[Work task] Filter the entries for the string "most". Copy each line that has it.

(Beginning of Recorded information)

import { OutOfDomainError } from "../ground/errors.js";
import { refuseUnknownKeys } from "../ground/options.js";
import type { Curve, CurvePoint, CurveSourceEntry } from "./curve.js";

/** Relative standard uncertainty of a point that states none: what a careful eye reads off a plot. */
export const assumedPointUncertainty = 0.05;

/** A point as given to {@link curveFromPoints}; SI units. */
export interface GivenPoint {
  /** Hz, positive. */
  readonly frequency: number;
  /** unit/√Hz, positive. */
  readonly density: number;
  /** Relative standard uncertainty of the density (k = 1), above 0 and at most 1. */
  readonly uncertainty?: number | undefined;
  /** False to keep the point for show and out of fits. */
  readonly inFit?: boolean | undefined;
  readonly line?: number | undefined;
}

/** What {@link curveFromPoints} takes besides the points. */
export interface CurveOptions {
  /** Unit of the signal; "V" unless given. */
  readonly unit?: string | undefined;
  readonly label?: string | undefined;
  /** For points that state none; 5 % is assumed, and said to be, where this is missing too. */
  readonly pointUncertainty?: number | undefined;
  /** Relative standard uncertainty of an error all points share; 0 unless given. */
  readonly commonUncertainty?: number | undefined;
  readonly source?: readonly CurveSourceEntry[] | undefined;
}

/**
 * A curve from points in any order: sorted, checked, frozen.
 *
 * @param points - at least two, at different frequencies.
 * @param options - unit, label, uncertainty of points that state none, provenance.
 * @throws OutOfDomainError for fewer than two points, values that are not positive and finite, two densities at one
 *   frequency, or an uncertainty that is not above 0 and at most 1.
 *
 * @example
 * ```ts
 * import { curveFromPoints } from "@quietband/core";
 * const curve = curveFromPoints([{ frequency: 10, density: 9e-9 }, { frequency: 1, density: 21e-9 }], { unit: "V" });
 * curve.points[0]?.frequency; // → 1
 * curve.points[0]?.uncertainty; // → 0.05
 * ```
 */
export function curveFromPoints(points: readonly GivenPoint[], options: CurveOptions = {}): Curve {
  refuseUnknownKeys("curveFromPoints", ["unit", "label", "pointUncertainty", "commonUncertainty", "source"], options);
  const { unit = "V", label = "", pointUncertainty, commonUncertainty = 0, source = [] } = options;
  if (pointUncertainty !== undefined) requireUncertainty("pointUncertainty", pointUncertainty);
  if (!(commonUncertainty >= 0 && commonUncertainty <= 1))
    throw new OutOfDomainError(
      `commonUncertainty must be at least 0 and at most 1, relative; got ${commonUncertainty}.`,
    );
  let assumed = false;
  const made = points.map((point, index): CurvePoint => {
    requireValue(index, "frequency", point.frequency, "Hz");
    requireValue(index, "density", point.density, `${unit}/√Hz`);
    const stated = point.uncertainty ?? pointUncertainty;
    if (stated === undefined) assumed = true;
    else requireUncertainty(`uncertainty of point ${index + 1}`, stated);
    return Object.freeze({
      frequency: point.frequency,
      density: point.density,
      uncertainty: stated ?? assumedPointUncertainty,
      inFit: point.inFit ?? true,
      ...(point.line !== undefined && { line: point.line }),
    });
  });
  const sorted = made.toSorted((one, other) => one.frequency - other.frequency);
  const distinct = sorted.filter((point, index) => {
    const before = sorted[index - 1];
    if (before === undefined || before.frequency !== point.frequency) return true;
    if (before.density === point.density) return false;
    throw new OutOfDomainError(
      `A curve has one density at each frequency; at ${point.frequency} Hz it got ${before.density} and ${point.density} ${unit}/√Hz.`,
    );
  });
  if (distinct.length < 2)
    throw new OutOfDomainError(`A curve needs at least two points at different frequencies; got ${distinct.length}.`);
  return Object.freeze({
    unit,
    label,
    points: Object.freeze(distinct),
    uncertaintyIs: assumed ? "assumed" : "given",
    commonUncertainty,
    source: Object.freeze(source.map(({ key, value }) => Object.freeze({ key, value }))),
  });
}

function requireValue(index: number, name: string, value: number, unit: string): void {
  if (typeof value === "number" && value > 0 && value < Number.POSITIVE_INFINITY) return;
  throw new OutOfDomainError(
    `The ${name} of point ${index + 1} must be a positive finite number of ${unit}; got ${value}.`,
  );
}

function requireUncertainty(name: string, value: number): void {
  if (value > 0 && value <= 1) return;
  throw new OutOfDomainError(`${name} must be relative, above 0 and at most 1 (100 %); got ${value}.`);
}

(End of Recorded information)

[Result of the exercise]
  /** Relative standard uncertainty of the density (k = 1), above 0 and at most 1. */
 *   frequency, or an uncertainty that is not above 0 and at most 1.
      `commonUncertainty must be at least 0 and at most 1, relative; got ${commonUncertainty}.`,
  throw new OutOfDomainError(`${name} must be relative, above 0 and at most 1 (100 %); got ${value}.`);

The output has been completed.